Confirm the pod is Pending:

kubectl get pod <pod-name> -n <namespace> -o wide

Check pod events for scheduling failures:

kubectl describe pod <pod-name> -n <namespace> | grep -A 20 "Events:"

Check node resources available:

kubectl describe nodes | grep -A 5 "Allocated resources"

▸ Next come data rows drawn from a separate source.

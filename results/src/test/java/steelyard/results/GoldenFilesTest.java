package steelyard.results;

import static org.assertj.core.api.Assertions.assertThat;

import java.io.IOException;
import java.nio.file.Files;
import java.nio.file.Path;
import java.util.List;
import java.util.stream.Stream;
import org.junit.jupiter.api.Test;
import org.junit.jupiter.api.io.TempDir;
import org.junit.jupiter.params.ParameterizedTest;
import org.junit.jupiter.params.provider.ValueSource;
import steelyard.results.choice.Choice;
import steelyard.results.choice.ChoiceText;
import steelyard.results.choice.Chooser;
import steelyard.results.choice.Requirement;
import steelyard.results.run.Run;
import steelyard.results.run.RunFolder;
import steelyard.results.text.SummaryText;

/** The form of everything that a run writes or prints is sealed, whatever the locale. */
class GoldenFilesTest {
  @TempDir Path folder;

  @ParameterizedTest
  @ValueSource(
      strings = {
        "errors.csv",
        "timings.csv",
        "tradeoffs.csv",
        "verdicts.csv",
        "plan.toml",
        "run.json",
        "tables.json"
      })
  void fileOfARun(String name) {
    Golden.check(
        name,
        () -> {
          RunFolder.write(folder.resolve("run"), SampleRun.run(), RunFolder.Existing.REPLACE);
          return Files.readString(folder.resolve("run").resolve(name));
        });
  }

  @Test
  void noOtherFile() throws IOException {
    RunFolder.write(folder, SampleRun.run(), RunFolder.Existing.KEEP);
    try (Stream<Path> files = Files.list(folder)) {
      assertThat(files.map(f -> f.getFileName().toString()))
          .containsExactlyInAnyOrder(
              "errors.csv",
              "timings.csv",
              "tradeoffs.csv",
              "verdicts.csv",
              "plan.toml",
              "run.json",
              "tables.json");
    }
  }

  @Test
  void summary() {
    Golden.check("summary.txt", () -> summary(false));
    assertThat(summary(false).lines()).allMatch(line -> line.length() <= SummaryText.WIDTH);
  }

  @Test
  void colourIsAllThatColourAdds() {
    assertThat(summary(true)).contains("\u001B[31m").isNotEqualTo(summary(false));
    assertThat(summary(true).replaceAll("\u001B\\[[0-9]+m", "")).isEqualTo(summary(false));
  }

  private static String summary(boolean colour) {
    Run run = SampleRun.run();
    return SummaryText.render(run.verdicts(), run.timings(), run.tradeoffs(), colour);
  }

  @Test
  void choice() {
    Golden.check("choice.txt", () -> choice(1e-6, SampleRun.timings()));
  }

  @Test
  void choiceWithoutTimes() {
    Golden.check("choice-untimed.txt", () -> choice(1e-6, List.of()));
  }

  @Test
  void choiceOfNone() {
    Golden.check("choice-none.txt", () -> choice(1e-15, SampleRun.timings()));
  }

  private static String choice(double error, List<Timing> timings) {
    Requirement requirement = new Requirement("sum", error, 1e12, 100, List.of(), List.of());
    Choice choice = Chooser.choose(requirement, SampleRun.observations(), timings);
    String text = ChoiceText.render(choice);
    assertThat(text.lines()).allMatch(line -> line.length() <= ChoiceText.WIDTH);
    return text;
  }
}
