package steelyard.results;

import java.util.Optional;
import java.util.OptionalDouble;

/** Makes observations for tests: everything that a test does not say has a plausible value. */
public final class ObservationBuilder {
  private String task = "sum";
  private String family = "cancelling";
  private String problem = "";
  private String candidate = "naive";
  private int size = 100;
  private int repeat;
  private int precisionBits = 53;
  private OptionalDouble condition = OptionalDouble.of(1);
  private Status status = Status.OK;
  private OptionalDouble forward = OptionalDouble.of(0x1p-53);
  private OptionalDouble backward = OptionalDouble.of(0x1p-53);
  private Rounding rounding = Rounding.OTHER;
  private Optional<Observation.Claim> claim = Optional.empty();

  /** Sets the place of the observation. */
  public ObservationBuilder at(String newTask, String newFamily, String newCandidate) {
    task = newTask;
    family = newFamily;
    candidate = newCandidate;
    return this;
  }

  /** Sets the candidate. */
  public ObservationBuilder candidate(String newCandidate) {
    candidate = newCandidate;
    return this;
  }

  /** Sets the family. */
  public ObservationBuilder family(String newFamily) {
    family = newFamily;
    return this;
  }

  /** Sets the problem's id, which is otherwise made of the rest. */
  public ObservationBuilder problem(String newProblem) {
    problem = newProblem;
    return this;
  }

  /** Sets n. */
  public ObservationBuilder size(int newSize) {
    size = newSize;
    return this;
  }

  /** Sets the number of the instance. */
  public ObservationBuilder repeat(int newRepeat) {
    repeat = newRepeat;
    return this;
  }

  /** Sets the working precision. */
  public ObservationBuilder precision(int bits) {
    precisionBits = bits;
    return this;
  }

  /** Sets κ. */
  public ObservationBuilder condition(double newCondition) {
    condition = OptionalDouble.of(newCondition);
    return this;
  }

  /** Makes κ unknown. */
  public ObservationBuilder noCondition() {
    condition = OptionalDouble.empty();
    return this;
  }

  /** Sets a status; any but ok takes the errors away. */
  public ObservationBuilder status(Status newStatus) {
    status = newStatus;
    return this;
  }

  /** Sets the forward error. */
  public ObservationBuilder forward(double error) {
    forward = OptionalDouble.of(error);
    return this;
  }

  /** Sets the backward error. */
  public ObservationBuilder backward(double error) {
    backward = OptionalDouble.of(error);
    return this;
  }

  /** Makes the backward error unknown. */
  public ObservationBuilder noBackward() {
    backward = OptionalDouble.empty();
    return this;
  }

  /** Sets how the answer is rounded. */
  public ObservationBuilder rounding(Rounding newRounding) {
    rounding = newRounding;
    return this;
  }

  /** Sets a claimed bound on the forward error. */
  public ObservationBuilder claim(double bound, boolean held) {
    claim = Optional.of(new Observation.Claim("forward_error", bound, held));
    return this;
  }

  /** Makes the observation. */
  public Observation build() {
    boolean ok = status == Status.OK;
    String id = task + "/" + family + "/n" + size + "/r" + repeat;
    return new Observation(
        task,
        family,
        problem.isEmpty() ? id : problem,
        candidate,
        size,
        condition,
        repeat,
        42 + repeat,
        precisionBits,
        condition,
        OptionalDouble.empty(),
        Optional.of(true),
        Optional.of("5f3a"),
        Optional.of("exact"),
        OptionalDouble.of(0),
        status,
        ok ? "" : "invented for a test",
        ok ? backward : OptionalDouble.empty(),
        ok ? forward : OptionalDouble.empty(),
        OptionalDouble.empty(),
        OptionalDouble.empty(),
        ok ? excess() : OptionalDouble.empty(),
        ok ? Optional.of(rounding) : Optional.empty(),
        ok ? claim : Optional.empty(),
        ok ? OptionalDouble.of(0.1) : OptionalDouble.empty(),
        Optional.empty());
  }

  private OptionalDouble excess() {
    if (condition.isEmpty() || forward.isEmpty() || Double.isInfinite(forward.getAsDouble())) {
      return OptionalDouble.empty();
    }
    double u = Math.scalb(1.0, -precisionBits);
    return OptionalDouble.of(forward.getAsDouble() / (Math.max(condition.getAsDouble(), 1) * u));
  }
}
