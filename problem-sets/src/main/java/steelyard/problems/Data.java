package steelyard.problems;

import java.util.List;

/** The input of a problem: named arrays of doubles. */
public interface Data {

  /** Returns the arrays, in the order in which the task takes them. Callers do not modify them. */
  List<Part> parts();

  /** A named array. */
  sealed interface Part {
    /** Returns the name that the task gives it, such as {@code terms}, {@code a} or {@code b}. */
    String name();
  }

  /**
   * A vector.
   *
   * @param name its name
   * @param values its entries
   */
  record Vector(String name, double[] values) implements Part {}

  /**
   * A matrix.
   *
   * @param name its name
   * @param rows its rows, all of the same length
   */
  record Matrix(String name, double[][] rows) implements Part {}
}
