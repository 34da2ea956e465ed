package steelyard.problems;

import org.apache.commons.rng.UniformRandomProvider;

/**
 * A generator of problems of one task.
 *
 * @param <D> the kind of input
 */
public interface Family<D extends Data> {

  /** Returns what the family is, for readers. */
  Profile profile();

  /** Returns the condition numbers and sizes that it can make. */
  Reach reach();

  /**
   * Makes one problem.
   *
   * @param request what is wanted; inside {@link #reach()}
   * @param random the only source of randomness
   * @throws UnreachableException if the request lies outside {@link #reach()}
   * @throws UncertifiedException if no reference could be certified
   */
  Problem<D> generate(Request request, UniformRandomProvider random);

  /**
   * Checks that a request lies inside {@link #reach()}, which generators do first.
   *
   * @throws UnreachableException if it does not
   */
  default void requireReachable(Request request) {
    Reach reach = reach();
    if (request.size() < reach.minSize() || request.size() > reach.maxSize()) {
      throw new UnreachableException(
          "family '%s' makes sizes from %s to %s, but size %s is wanted"
              .formatted(profile().id(), reach.minSize(), reach.maxSize(), request.size()));
    }
    double condition = request.condition();
    double most = reach.maxConditionAt(request.size());
    if (!(condition >= 1 && condition <= most)) {
      throw new UnreachableException(
          "family '%s' makes condition numbers from 1 to %s at size %s, but %s is wanted"
              .formatted(
                  profile().id(),
                  ConditionText.of(most),
                  request.size(),
                  ConditionText.of(condition)));
    }
  }

  /**
   * What a family is, for readers.
   *
   * @param id short name, lower case letters, digits and hyphens; unique within the task
   * @param purpose one line: what it brings out in a candidate
   * @param knob what the target condition number sets; "none" for a family without one
   * @param source where the construction was published, or "own construction" and what it is
   */
  record Profile(String id, String purpose, String knob, String source) {}

  /**
   * What is wanted of one problem.
   *
   * @param condition the target condition number; 1 for a family without a knob
   * @param size n
   */
  record Request(double condition, int size) {}
}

Check if node selectors or affinities are too restrictive:

kubectl get pod <pod-name> -o jsonpath='{.spec.nodeSelector}'
kubectl get pod <pod-name> -o yaml | grep -A 10 affinity

Check for taints that may prevent scheduling:

kubectl get nodes -o custom-columns='NAME:.metadata.name,TAINTS:.spec.taints[*].effect'

Check tolerations on the pod:

kubectl get pod <pod-name> -o jsonpath='{.spec.tolerations}' | python3 -m json.tool

Check if PersistentVolumeClaims are bound:

kubectl get pvc -n <namespace>

Check resource quotas in the namespace:

kubectl get resourcequota -n <namespace>
kubectl describe resourcequota -n <namespace>

Insufficient cpu or Insufficient memory in events means no node has enough capacity
node(s) didn't match Pod's node affinity/selector means label or affinity mismatch
node(s) had taints that the pod didn't tolerate means taint/toleration mismatch
persistentvolumeclaim not found or unbound means storage is not available
Quota exceeded means the namespace resource quota is full

No cleanup needed if you are inspecting an existing pod. Delete any test pods you created.